INSTRUCTIONS TO FOLLOW —
Look through the records below for the line holding "list.map((m) => m.name);". Write it out exactly, with each following line through the line holding "await withMigrationLock(async ()".

::: INPUT DATA :::

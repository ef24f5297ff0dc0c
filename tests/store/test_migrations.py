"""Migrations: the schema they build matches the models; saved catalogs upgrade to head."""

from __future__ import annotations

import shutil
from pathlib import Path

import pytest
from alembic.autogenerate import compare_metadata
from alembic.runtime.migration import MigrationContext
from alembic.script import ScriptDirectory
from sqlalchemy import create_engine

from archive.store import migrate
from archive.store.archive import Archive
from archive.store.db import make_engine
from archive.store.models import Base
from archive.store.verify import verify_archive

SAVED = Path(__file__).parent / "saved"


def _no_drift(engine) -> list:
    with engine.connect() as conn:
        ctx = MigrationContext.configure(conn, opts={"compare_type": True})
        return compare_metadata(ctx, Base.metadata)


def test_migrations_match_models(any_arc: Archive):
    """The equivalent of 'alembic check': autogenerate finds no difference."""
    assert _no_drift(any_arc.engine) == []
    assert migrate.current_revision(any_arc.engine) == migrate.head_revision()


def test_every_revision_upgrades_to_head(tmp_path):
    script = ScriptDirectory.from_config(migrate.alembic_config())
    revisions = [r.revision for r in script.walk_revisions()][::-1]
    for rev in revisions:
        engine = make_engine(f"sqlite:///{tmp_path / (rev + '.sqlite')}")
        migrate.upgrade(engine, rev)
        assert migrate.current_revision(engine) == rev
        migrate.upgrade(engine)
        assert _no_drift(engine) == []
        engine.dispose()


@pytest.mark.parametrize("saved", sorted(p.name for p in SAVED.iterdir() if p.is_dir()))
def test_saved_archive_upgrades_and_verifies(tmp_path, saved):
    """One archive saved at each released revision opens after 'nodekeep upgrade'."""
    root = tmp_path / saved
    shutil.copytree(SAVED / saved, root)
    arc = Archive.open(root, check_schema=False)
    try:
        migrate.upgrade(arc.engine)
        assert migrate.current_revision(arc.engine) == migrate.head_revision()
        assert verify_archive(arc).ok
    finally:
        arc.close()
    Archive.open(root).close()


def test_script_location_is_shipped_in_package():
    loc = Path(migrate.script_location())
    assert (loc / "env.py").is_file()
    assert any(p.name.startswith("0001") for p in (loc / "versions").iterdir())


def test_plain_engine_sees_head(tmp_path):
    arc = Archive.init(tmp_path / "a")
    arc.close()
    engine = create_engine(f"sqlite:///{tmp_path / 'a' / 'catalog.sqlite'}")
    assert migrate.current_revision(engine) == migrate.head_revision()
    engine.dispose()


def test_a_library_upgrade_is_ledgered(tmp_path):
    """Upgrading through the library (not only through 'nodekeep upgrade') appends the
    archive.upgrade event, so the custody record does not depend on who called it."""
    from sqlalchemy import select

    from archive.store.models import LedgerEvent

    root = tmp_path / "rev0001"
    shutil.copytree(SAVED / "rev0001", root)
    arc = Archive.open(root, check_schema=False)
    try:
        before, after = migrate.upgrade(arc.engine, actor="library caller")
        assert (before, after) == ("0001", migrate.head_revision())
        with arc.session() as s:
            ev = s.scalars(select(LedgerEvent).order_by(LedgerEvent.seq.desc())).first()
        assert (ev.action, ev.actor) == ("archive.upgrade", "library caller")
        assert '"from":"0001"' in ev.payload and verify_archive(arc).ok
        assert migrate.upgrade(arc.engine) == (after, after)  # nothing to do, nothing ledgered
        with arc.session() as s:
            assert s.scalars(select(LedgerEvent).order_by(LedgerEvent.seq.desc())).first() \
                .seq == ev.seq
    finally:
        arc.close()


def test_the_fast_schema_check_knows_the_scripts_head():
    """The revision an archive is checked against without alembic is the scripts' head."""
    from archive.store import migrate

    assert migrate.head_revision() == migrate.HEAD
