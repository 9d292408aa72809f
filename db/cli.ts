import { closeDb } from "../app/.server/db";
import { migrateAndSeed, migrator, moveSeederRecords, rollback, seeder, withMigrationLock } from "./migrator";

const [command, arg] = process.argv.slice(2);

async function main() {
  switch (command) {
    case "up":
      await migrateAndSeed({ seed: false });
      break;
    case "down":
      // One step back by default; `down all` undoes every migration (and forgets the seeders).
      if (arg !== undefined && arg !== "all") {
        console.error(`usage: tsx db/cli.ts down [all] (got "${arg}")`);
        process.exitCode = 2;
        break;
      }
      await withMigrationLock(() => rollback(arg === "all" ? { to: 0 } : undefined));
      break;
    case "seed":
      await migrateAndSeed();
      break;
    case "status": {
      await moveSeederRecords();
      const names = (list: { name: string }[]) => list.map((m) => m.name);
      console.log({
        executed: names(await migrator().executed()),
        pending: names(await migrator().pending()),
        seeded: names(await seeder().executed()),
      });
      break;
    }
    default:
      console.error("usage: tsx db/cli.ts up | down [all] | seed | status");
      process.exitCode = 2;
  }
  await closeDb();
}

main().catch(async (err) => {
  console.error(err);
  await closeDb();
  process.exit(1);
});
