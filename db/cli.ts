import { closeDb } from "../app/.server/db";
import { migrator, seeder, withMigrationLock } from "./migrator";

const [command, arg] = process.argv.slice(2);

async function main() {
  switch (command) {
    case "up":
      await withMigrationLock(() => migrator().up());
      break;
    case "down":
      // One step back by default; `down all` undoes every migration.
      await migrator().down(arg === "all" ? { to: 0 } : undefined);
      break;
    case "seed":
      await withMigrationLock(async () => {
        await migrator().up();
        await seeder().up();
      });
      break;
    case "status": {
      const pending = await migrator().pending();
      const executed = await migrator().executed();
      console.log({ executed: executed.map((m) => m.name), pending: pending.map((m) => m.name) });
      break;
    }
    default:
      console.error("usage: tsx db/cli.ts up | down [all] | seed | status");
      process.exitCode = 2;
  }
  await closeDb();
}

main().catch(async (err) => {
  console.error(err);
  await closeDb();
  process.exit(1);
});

:::

ANSWER SPACE —
      const names = (list: { name: string }[]) => list.map((m) => m.name);
      console.log({
        executed: names(await migrator().executed()),
        pending: names(await migrator().pending()),
        seeded: names(await seeder().executed()),
      });
      break;
    }
    default:
      console.error("usage: tsx db/cli.ts up | down [all] | seed | status");
      process.exitCode = 2;
  }
  await closeDb();
}

main().catch(async (err) => {
  console.error(err);
  await closeDb();
  process.exit(1);
});
filename db/cli.ts
import { closeDb } from "../app/.server/db";
import { migrator, seeder, withMigrationLock } from "./migrator";

const [command, arg] = process.argv.slice(2);

async function main() {
  switch (command) {
    case "up":
      await withMigrationLock(() => migrator().up());
      break;
    case "down":
      // One step back by default; `down all` undoes every migration.
      await migrator().down(arg === "all" ? { to: 0 } : undefined);
      break;
    case "seed":
      await withMigrationLock(async () => {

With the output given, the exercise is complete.